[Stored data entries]
★ ★ ★ ★ ★
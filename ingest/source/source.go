// Package source defines Source, the one interface retrospective runs
// (replay, calibrate, report) read readings through, whatever holds them:
// InfluxDB (ingest/store), the embedded file store (ingest/filestore) or a
// readings file (ingest/readfile).
//
// # Contract
//
//   - Read calls fn once per reading with Time in [from, to), in ascending
//     time order; readings at the same instant come in ascending sensor id
//     order.
//   - sensors limits the readings to those sensor ids; nil or empty means
//     every sensor.
//   - Values are in canonical units (m, L/s) where the source knows the
//     unit; Reading.Unit records the unit the value arrived in.
//   - Read streams: memory does not grow with the length of the range.
//   - An error from fn stops the read and is returned as it is (compare
//     with errors.Is). Other errors are wrapped with the source's name.
//     A source that skips bad input (a readings file) keeps reading the
//     good part and returns an error describing what it skipped at the end.
//
// ReadAhead runs any Source's Read on a second goroutine, handing the
// readings over in batches, so that parsing a file overlaps the work
// done with each reading; what the callback sees is unchanged.
package source

import (
	"context"
	"time"

	"plumbline/model/telemetry"
)

// Source streams stored readings in time order. See the package doc.
type Source interface {
	Read(ctx context.Context, from, to time.Time, sensors []string, fn func(telemetry.Reading) error) error
}

// SensorSet returns a membership test for a sensor list; an empty list
// admits every sensor.
func SensorSet(sensors []string) func(string) bool {
	if len(sensors) == 0 {
		return func(string) bool { return true }
	}
	set := make(map[string]struct{}, len(sensors))
	for _, s := range sensors {
		set[s] = struct{}{}
	}
	return func(s string) bool { _, ok := set[s]; return ok }
}

// Less orders readings as Read delivers them: by time, then by sensor id.
func Less(a, b telemetry.Reading) bool {
	if !a.Time.Equal(b.Time) {
		return a.Time.Before(b.Time)
	}
	return a.Sensor < b.Sensor
}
★ ★ ★ ★ ★
Look back at the entries above. Retype the line with "(replay, calibrate, report)", the line with "to), in ascending", and all lines in between.

// (replay, calibrate, report) read readings through, whatever holds them:
// InfluxDB (ingest/store), the embedded file store (ingest/filestore) or a
// readings file (ingest/readfile).
//
// # Contract
//
//   - Read calls fn once per reading with Time in [from, to), in ascending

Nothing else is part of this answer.